Пример 1. Проведено клиническое обследование 47 добровольцев без выраженных признаков острых, инфекционных или аллергических заболеваний, без нарушений сердечного ритма и проводимости, без признаков воспаления и ишемической болезни сердца. Плазма крови была исследована описанным выше способом. Коэффициент удельной активности МПО был равен 1,35±0,30 ед.опт.пл./пг/мин, что соответствует нормальному функциональному состоянию МПО. Действительно, было показано, что в группе этих людей существует достоверная положительная корреляционная зависимость между активностью и содержанием МПО в плазме крови, что иллюстрирует фиг.1. Эти данные подтверждают нормальное функциональное состояние МПО.

Пример 2. В НИИ кардиологии (г.Минск) было проведено обследование группы больных с установленным диагнозом сахарный диабет (СД) 2 типа и ишемическая болезнь сердца (ИБС). Плазма крови была исследована описанным выше способом. Коэффициент удельной активности МПО в плазме крови больных СД 2 типа был равен 3,54±1,15 ед.опт.пл./пг/мин, а в группе больных ИБС - 1,71±0,37 ед.опт.пл./пг/мин, что соответствует нарушению функционального состояния МПО. Действительно, при исследовании показателей, характеризующих окислительно-восстановительные процессы в плазме крови как больных СД 2 типа, так и больных ИБС было достоверно увеличено количество окисленного глутатиона и продуктов, реагирующих с 2-тиобарбитуровой кислотой, что свидетельствует о развитии окислительного стресса.
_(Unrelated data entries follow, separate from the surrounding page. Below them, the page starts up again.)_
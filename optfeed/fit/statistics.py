"""What the data say about the estimates: covariance, intervals, identifiability, fit.

Published methods, as used here:

* the covariance of weighted least-squares estimates from the Gauss-Newton
  approximation of the Fisher information, F = J^T J with J the Jacobian of the
  weighted residuals at the optimum; Cov = F^-1 when the stated measurement error is
  trusted, s^2 F^-1 with s^2 = chi^2 / (n - p) when it is not (the residual variance
  replaces it); 95 % intervals estimate +- t(0.975, n - p) * SE (Bard, Nonlinear
  Parameter Estimation, 1974; Seber and Wild, Nonlinear Regression, 1989);
* profile likelihood intervals: the values of one parameter, the others
  re-estimated, where chi^2 rises by the 95 % quantile of chi^2 with one degree of
  freedom (times s^2 for a scaled error model) above its minimum (Raue et al.,
  Bioinformatics 25:1923, 2009);
* identifiability from the relative-sensitivity information matrix
  (J diag(theta))^T (J diag(theta)): its condition number and the eigenvector of its
  smallest eigenvalue, the combination of parameters the data cannot see;
* goodness of fit: chi^2 against the chi^2 distribution with n - p degrees of freedom.
"""

from __future__ import annotations

from dataclasses import dataclass

import numpy as np

CORRELATION_FLAG = 0.95
CONDITION_FLAG = 1e8


@dataclass(frozen=True)
class Statistics:
    """Estimates' uncertainty (internal units).

    covariance : (p, p); se : (p,); ci_low, ci_high : (p,) 95 % (t distribution);
    correlation : (p, p); condition : condition number of the relative-sensitivity
    information matrix (inf if singular); weakest : its eigenvector of the smallest
    eigenvalue (in log-parameter space); scale : s^2 used (1 if the error model is
    trusted); dof : n - p; chi2 : sum of squared weighted residuals; p_value : of chi2;
    flags : list of plain sentences; unidentified : names whose 95 % interval spans
    more than their value; correlated : (name, name, correlation) of the pairs with
    |correlation| above :data:`CORRELATION_FLAG`.
    """

    covariance: np.ndarray
    se: np.ndarray
    ci_low: np.ndarray
    ci_high: np.ndarray
    correlation: np.ndarray
    condition: float
    weakest: np.ndarray
    scale: float
    dof: int
    chi2: float
    p_value: float
    t_quantile: float
    flags: tuple
    unidentified: tuple = ()
    correlated: tuple = ()


def uncertainty(names, theta, J, residuals, trusted: bool) -> Statistics:
    """Statistics of estimates ``theta`` (p,) from the Jacobian ``J`` (n, p) of the
    weighted residuals and the residuals (n,) themselves."""
    from scipy import special  # scipy.special: a tenth of scipy.stats' import time

    theta = np.asarray(theta, dtype=float)
    J = np.asarray(J, dtype=float)
    r = np.asarray(residuals, dtype=float)
    n, p = J.shape
    dof = max(n - p, 1)
    chi2 = float(r @ r)
    s2 = 1.0 if trusted else chi2 / dof
    F = J.T @ J
    flags = []
    Jrel = J * theta[None, :]
    Frel = Jrel.T @ Jrel
    eig, vec = np.linalg.eigh(Frel)
    condition = float(eig[-1] / eig[0]) if eig[0] > 0 else float("inf")
    weakest = vec[:, 0] * np.sign(vec[np.argmax(np.abs(vec[:, 0])), 0])
    try:
        if not np.isfinite(condition) or condition > 1e14:
            raise np.linalg.LinAlgError
        cov = np.linalg.inv(F) * s2
    except np.linalg.LinAlgError:
        cov = np.linalg.pinv(F) * s2
        cov[np.diag_indices(p)] = np.inf
    se = np.sqrt(np.maximum(np.diag(cov), 0.0))
    t = float(special.stdtrit(dof, 0.975))  # the 97.5 % quantile of Student's t
    low, high = theta - t * se, theta + t * se
    with np.errstate(invalid="ignore", divide="ignore"):
        corr = cov / np.outer(se, se)
    corr[~np.isfinite(corr)] = np.nan
    np.fill_diagonal(corr, 1.0)
    unidentified, correlated = [], []
    for i, name in enumerate(names):
        if not np.isfinite(se[i]) or t * se[i] > abs(theta[i]):
            unidentified.append(name)
            flags.append(f"{name} is not identifiable from these data: its 95 % interval spans more than its "
                         f"value (estimate {theta[i]:.4g}, half-width {t * se[i]:.4g}, internal units)")
    for i in range(p):
        for j in range(i + 1, p):
            if np.isfinite(corr[i, j]) and abs(corr[i, j]) > CORRELATION_FLAG:
                correlated.append((names[i], names[j], float(corr[i, j])))
                flags.append(f"{names[i]} and {names[j]} are correlated ({corr[i, j]:+.3f}): the data fix a "
                             "combination of the two better than either alone")
    if condition > CONDITION_FLAG:
        terms = " ".join(f"{c:+.2f} log {nm}" for c, nm in zip(weakest, names) if abs(c) > 0.05)
        flags.append(f"the information matrix is near-singular (condition number {condition:.3g}); the "
                     f"direction the data cannot see: {terms.lstrip('+')}")
    p_value = float(special.chdtrc(dof, chi2))  # upper tail of chi-square
    return Statistics(cov, se, low, high, corr, condition, weakest, s2, dof, chi2, p_value, t, tuple(flags),
                      tuple(unidentified), tuple(correlated))


def identifiability_words(stat: Statistics) -> str:
    """What the data cannot fix, in one phrase ('' when they fix every parameter)."""
    parts = []
    if stat.unidentified:
        parts.append(f"these data cannot tell {' or '.join(stat.unidentified)} (the 95 % interval spans more "
                     "than the value)")
    if stat.correlated:
        parts.append("; ".join(f"{a} and {b} move together (correlation {c:+.3f})" for a, b, c in stat.correlated))
    return "; ".join(parts)


def verdict(stat: Statistics, trusted: bool) -> str:
    """The goodness of fit in words."""
    head = f"chi-square {stat.chi2:.4g} on {stat.dof} degrees of freedom (p = {stat.p_value:.3g})"
    if not trusted:
        return (f"{head}; the error model was scaled by the residuals (s = {np.sqrt(stat.scale):.3g} times the "
                "stated error), so the intervals carry the scatter the data show")
    if stat.p_value < 0.05:
        return (f"{head}: the residuals are larger than the stated measurement error explains; the model, or "
                "the error model, does not fit these data (the intervals may be too narrow)")
    if stat.p_value > 0.995:
        return f"{head}: the residuals are smaller than expected; the stated measurement error is likely too large"
    return f"{head}: consistent with the stated measurement error"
Подтверждением нарушения функционального состояния МПО явилось также отсутствие достоверной корреляционной зависимости между активностью и содержанием МПО в плазме крови как больных СД 2 типа, так и ИБС, что иллюстрируют фиг.2 и 3.

Таким образом, предлагаемый способ позволяет повысить информативность, точность и расширить диагностические возможности по сравнению с существующим способом, благодаря одновременной регистрации и количества, и активности МПО.

Источники информации

1. Sokolov A.V., Ageeva K.V., Pulina M.O. et al. Free Rad. Res. 2008. V.42. P.989-998.

2. Панасенко О.М., Чеканов А.В., Власова И.И. и др. Влияние церулоплазмина и лактоферрина на хлорирующую активность лейкоцитарной миелопероксидазы. Изучение методом хемилюминесценции. // Биофизика. 2008. Т.53. № 5. С.573-581.

3. Власова И.И., Арнхольд Ю., Осипов А.Н., Панасенко О.М. рН-Зависимая регуляция активности миелопероксидазы. // Биохимия. 2006. Т.71. С.825-837.

4. Zhang R., Brennan M.-L., Fu X. et al. JAMA. 2001. V.286. P.2136-2142.

5. Baskol G., Demir H., Baskol M. et al. 2006. V.24. P.307-311.

6. Патент BY № 13675, G01N 33/48, 30.10.2010.